Very rapid oxidation of the bed material is provided by fluidization with air or air enriched with oxygen 12 in the oxidation chamber 9 provided in the thermochemical converter 3 comprising gas locks. These locks are sealing devices between enclosures containing gases of different composition.

The gas stream 13 discharged from this oxidation chamber 9 is essentially air depleted of oxygen. This gaseous stream of oxygen-depleted air is particularly well suited to the drying of highly reactive biomass without the risk of ignition and is used preferentially for the drying of biomass, since it represents more than 70% of the flue gas flow of the installation. . Fig. 2 shows the drying reactor 1 which is preferably a downflow moving bed provided with coasters.
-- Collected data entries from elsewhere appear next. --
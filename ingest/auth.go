package ingest

import (
	"crypto/rand"
	"encoding/hex"
	"fmt"
	"net"
	"strings"

	"github.com/nats-io/nats-server/v2/server"
)

// Role is what a user of the bus may do. Every request that changes the
// service's state arrives on a subject that names what it changes (a
// calibration on <calibration prefix>.<sensor id>), so NATS subject
// permissions decide who may do it.
type Role string

// Roles of the embedded server's users.
const (
	// RolePublisher publishes readings of its sensors, with JetStream
	// acknowledgements.
	RolePublisher Role = "publisher"
	// RoleTechnician sends calibrations of its sensors.
	RoleTechnician Role = "technician"
	// RoleReader asks the read API and listens to alerts and tickets.
	RoleReader Role = "reader"
	// RoleService is the service itself: it takes readings and
	// calibrations, answers the read API, publishes alerts, tickets and
	// rejected readings, and runs the JetStream stream and consumer.
	RoleService Role = "service"
)

// Roles lists the roles a configured user may have (RoleService is made
// internally).
var Roles = []Role{RolePublisher, RoleTechnician, RoleReader}

// BusSubjects are the subjects the permissions of the roles are built
// from, as the service is configured.
type BusSubjects struct {
	Readings     string // prefix of readings: "<Readings>.<sensor id>"
	Rejected     string // subject of rejected readings
	Alerts       string // prefix of alert subjects
	Tickets      string // subject of tickets
	Calibrations string // prefix of calibration subjects
	API          string // prefix of the read API's subjects ("driftfit.api")
	Stream       string // JetStream stream of the readings
}

// inbox is where NATS clients take replies by default (nats.go's
// _INBOX prefix): JetStream acknowledgements and the service's answers.
const inbox = "_INBOX.>"

// RolePermissions returns the NATS permissions of role over subjects.
// sensors are the sensor-id patterns (NATS wildcards * and >) a
// publisher or technician covers; empty means every sensor. The README's
// "Who may do what" configuration says the same for an external server.
func RolePermissions(role Role, sensors []string, s BusSubjects) (*server.Permissions, error) {
	if len(sensors) == 0 {
		sensors = []string{">"}
	}
	under := func(prefix string) []string {
		out := make([]string, len(sensors))
		for i, p := range sensors {
			out[i] = prefix + "." + p
		}
		return out
	}
	perm := func(pub, sub []string) *server.Permissions {
		return &server.Permissions{
			Publish:   &server.SubjectPermission{Allow: pub},
			Subscribe: &server.SubjectPermission{Allow: sub},
		}
	}
	switch role {
	case RolePublisher:
		return perm(under(s.Readings), []string{inbox}), nil
	case RoleTechnician:
		return perm(under(s.Calibrations), []string{inbox}), nil
	case RoleReader:
		return perm([]string{s.API + ".>"}, []string{inbox, s.Alerts + ".>", s.Tickets}), nil
	case RoleService:
		return perm(
			[]string{"$JS.API.>", "$JS.ACK." + s.Stream + ".>", s.Rejected, s.Alerts + ".>", s.Tickets, inbox},
			[]string{s.Readings + ".>", s.Calibrations + ".>", s.API + ".>", inbox},
		), nil
	}
	return nil, fmt.Errorf("%w: %q (want publisher, technician or reader)", ErrRole, role)
}

// BusUser is a user of the embedded server.
type BusUser struct {
	User string
	// PasswordEnv names the environment variable holding the password;
	// an empty or unset variable stops Connect.
	PasswordEnv string
	Role        Role
	// Sensors are the sensor-id patterns of a publisher or technician
	// (NATS wildcards); empty means every sensor.
	Sensors []string
}

// ServiceUser is the name of the embedded server's own user, made at
// start with a random password and used only in process.
const ServiceUser = "driftfit-service"

// serverUsers builds the embedded server's users, the service's own
// first, and returns its password.
func serverUsers(o BusOptions) ([]*server.User, string, error) {
	if len(o.Users) == 0 {
		return nil, "", nil
	}
	var raw [24]byte
	if _, err := rand.Read(raw[:]); err != nil {
		return nil, "", fmt.Errorf("ingest: service password: %w", err)
	}
	pw := hex.EncodeToString(raw[:])
	// The service's own connection never leaves the process, and the demo
	// feed publishes readings through it: no permissions to narrow.
	users := []*server.User{{Username: ServiceUser, Password: pw}}
	seen := map[string]bool{ServiceUser: true}
	for i, u := range o.Users {
		if u.User == "" || seen[u.User] {
			return nil, "", fmt.Errorf("%w: users[%d] user %q: empty, repeated or reserved", ErrRole, i, u.User)
		}
		seen[u.User] = true
		perm, err := RolePermissions(u.Role, u.Sensors, o.Subjects)
		if err != nil {
			return nil, "", fmt.Errorf("ingest: users[%d] (%s): %w", i, u.User, err)
		}
		secret := ""
		if u.PasswordEnv != "" {
			secret = o.Getenv(u.PasswordEnv)
		}
		if secret == "" {
			return nil, "", fmt.Errorf("%w: users[%d] (%s): environment variable %q is empty or not set", ErrNoPassword, i, u.User, u.PasswordEnv)
		}
		users = append(users, &server.User{Username: u.User, Password: secret, Permissions: perm})
	}
	return users, pw, nil
}

// beyondLoopback reports whether host is reachable from other machines:
// anything but a loopback address or "localhost" (empty and 0.0.0.0 are
// every interface).
func beyondLoopback(host string) bool {
	if strings.EqualFold(host, "localhost") {
		return false
	}
	ip := net.ParseIP(host)
	return ip == nil || !ip.IsLoopback()
}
It comprises an enclosure AI, of flared shape downwards, its upper part receiving biomasses from an IC hopper via an input worm IB. Its lower part is equipped with worm output ID. The fumes in depleted air coming out of the oxidation chamber 8 of the thermochemical cycle are injected IE in the upper part of the chamber, to carry out the drying and the cooled gases are evacuated IF at the bottom.

Claims

1. A process for extracting carbon dioxide from the atmosphere by thermochemical conversion of biomasses as a natural intermediate carrier for storing carbon dioxide, a capture of the carbon dioxide being carried out by a thermochemical cycle (3 ) comprising an interconnected combustion reactor (8) and an oxidation chamber (9), and in which metal oxides which are alternately oxidized and reduced and which supply oxygen for said combustion, circulate, this thermochemical conversion being carried out by means of a pyrolysis reactor (2) and said thermochemical cycle (3), characterized in that said pyrolysis is preceded by a drying (1) of the biomasses carried out by fumes in depleted air (13) emerging from said oxidation chamber (9) of said thermochemical cycle.

2. Method according to claim 1, characterized in that it ensures a production of energy and fuels.

3. Method according to one of the preceding claims, characterized in that the hot solids circulating in said thermochemical cycle (3) provide said pyrolysis (2).

4. Method according to the preceding claim, characterized in that the hot solids circulating in said oxidation chamber (9) provide said pyrolysis (2).

5. Method according to one of the preceding claims, characterized in that said production of energy and / or fuels is carried out in the form of high pressure steam and synthesis gas whose composition can be adjusted after reforming to manufacture fuels. synthetic (10).

6. Method according to one of the preceding claims, characterized in that said thermochemical cycle (3) uses air, water vapor and carbon dioxide to oxidize and reduce said metal oxides.

7. Method according to the preceding claim, characterized in that said air is air enriched with oxygen.